Well, off the top of my head: I've been wondering for a while now about what was involved in Pre-Christian Celtic (or Irish?) wedding ceremonies.


----------



## Gurkhal (Dec 30, 2014)

I've got a few questions! There are lots of things that I wonder about but hopefully this will at least come out somewhat coherent.

1. Are there are general themes that can be detected with Celtic warrior gods in their mythological place?

2. Did the Celts have a tradition of ancestor cults?

3. Was the mythology dominated by pan-Celtic deities or by local deities?

4. How prominent were goddesses in relation to gods in the mythology?


----------



## Lily Maeve La Fey (Jan 1, 2015)

So, the Celts in Ireland were speculated to do a couple of things.  
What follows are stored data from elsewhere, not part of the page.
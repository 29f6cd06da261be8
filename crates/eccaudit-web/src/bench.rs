//! The Kepler benchmark loop, exported so JavaScript can time it (the core reads no clock).

use eccaudit_core::kepler;
use wasm_bindgen::prelude::*;

/// A fixed set of (M, e) pairs from `kepler::benchmark_inputs`, solved on demand.
#[wasm_bindgen]
pub struct KeplerBench {
    inputs: Vec<(f64, f64)>,
}

#[wasm_bindgen]
impl KeplerBench {
    /// `n` pairs with M uniform in [0, 2π) and e uniform in [0, 0.99], from `seed`.
    #[wasm_bindgen(constructor)]
    pub fn new(n: usize, seed: u64) -> KeplerBench {
        KeplerBench {
            inputs: kepler::benchmark_inputs(n, seed),
        }
    }

    /// Solve every pair once; returns the checksum `kepler::solve_all` gives natively.
    #[wasm_bindgen(js_name = solveAll)]
    pub fn solve_all(&self) -> f64 {
        kepler::solve_all(&self.inputs)
    }
}
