//! eccaudit-web: the thin wasm-bindgen adapter between the page and eccaudit-core.
//!
//! Nothing scientific happens here: each export converts JavaScript values
//! into core types, calls the core, and converts the answer back. Errors
//! become JavaScript `Error`s in one place ([`js_error`]); a panic is
//! reported to the page through `globalThis.eccauditReportPanic` (see
//! [`install_panic_hook`]) instead of dying silently in the console.

use wasm_bindgen::prelude::*;

/// Called once when the module is instantiated.
#[wasm_bindgen(start)]
pub fn start() {
    install_panic_hook();
}

/// The package version, for the page footer and exported settings.
#[wasm_bindgen]
pub fn version() -> String {
    env!("CARGO_PKG_VERSION").to_string()
}

/// Convert any displayable error into a JavaScript `Error` with that message.
pub fn js_error(err: impl std::fmt::Display) -> JsValue {
    js_sys::Error::new(&err.to_string()).into()
}

/// Route panics to the page: log them, and hand the message to
/// `globalThis.eccauditReportPanic(message)` when the page defines it.
pub fn install_panic_hook() {
    std::panic::set_hook(Box::new(|info| {
        let message = info.to_string();
        web_sys::console::error_1(&JsValue::from_str(&message));
        let global = js_sys::global();
        if let Ok(report) = js_sys::Reflect::get(&global, &JsValue::from_str("eccauditReportPanic"))
        {
            if let Some(report) = report.dyn_ref::<js_sys::Function>() {
                let _ = report.call1(&JsValue::NULL, &JsValue::from_str(&message));
            }
        }
    }));
}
1) dance around the druid's bonfire at Beltaine (May 1st) and the couple would be married for a year and a day if they did not conceive a child.
2) Before Christainity was the main religion, but after it was introduced to Ireland many of the Irish pagans  moved to have a druid preside over the handfasting. The head druid...(Archdruid if he were available) would invoke the gods and bless the couple. The two would drink from the same chalice on a stone or stump alter and the druid would tie a chord about their hands. Another interesting note, at this time it was considered bad luck to wed on Beltaine, as that was when the fairy queen would come from the mounds or forest and claim a human male consort, which meant the bridegroom would be claimed if he were to wed another on that day.

What we now about ancient Celts is kind of sparse due to how little they left behind, but both of these would be good to use.


----------



## Lily Maeve La Fey (Jan 1, 2015)

To Gurkhal,

1) warrior gods were said to be fierce, they could be both male and female, and Gaelic, British and Gaulish Celts all seemed to associate horses with their warrior gods as well. A common picture depicts the god or goddess with a round ornate sheild, a bronze two/three foot long sword called a cliomh, painted in wode with a horse behind them.

2) This varies greatly between the clans in the areas where Celts were dominant, but a ancestor cults weren't common. Though something akin to ancestor worship did happen. On Samhain (October 31) upon the final harvest Celts would gather in groves with their druids and light a bonfire. A fraction of the harvest and wine would be set upon the alter for the spirits passing through the veil from the Otherworld (Tir Na Og/ Annwn). They would hold a ceremony and to mark the begining of it, the Celts would pass a chalice of wine around the circle each welcoming a relative back from the other side. Once the ceremony was over, they retired to the inside of their halls and feast with bards to tell stories.

3) Mythology was Pan-Celtic in the sense that the gods of the Celts were extremely similar, and even their names were similar. Mannan Mac Lir is the Irish god of the sea, and in Welsh it's Mann Mac LLyr. But certain specifics did change from locality to locality.

4) Goddesses were equally as prominent in Celtic mythology as the gods.


----------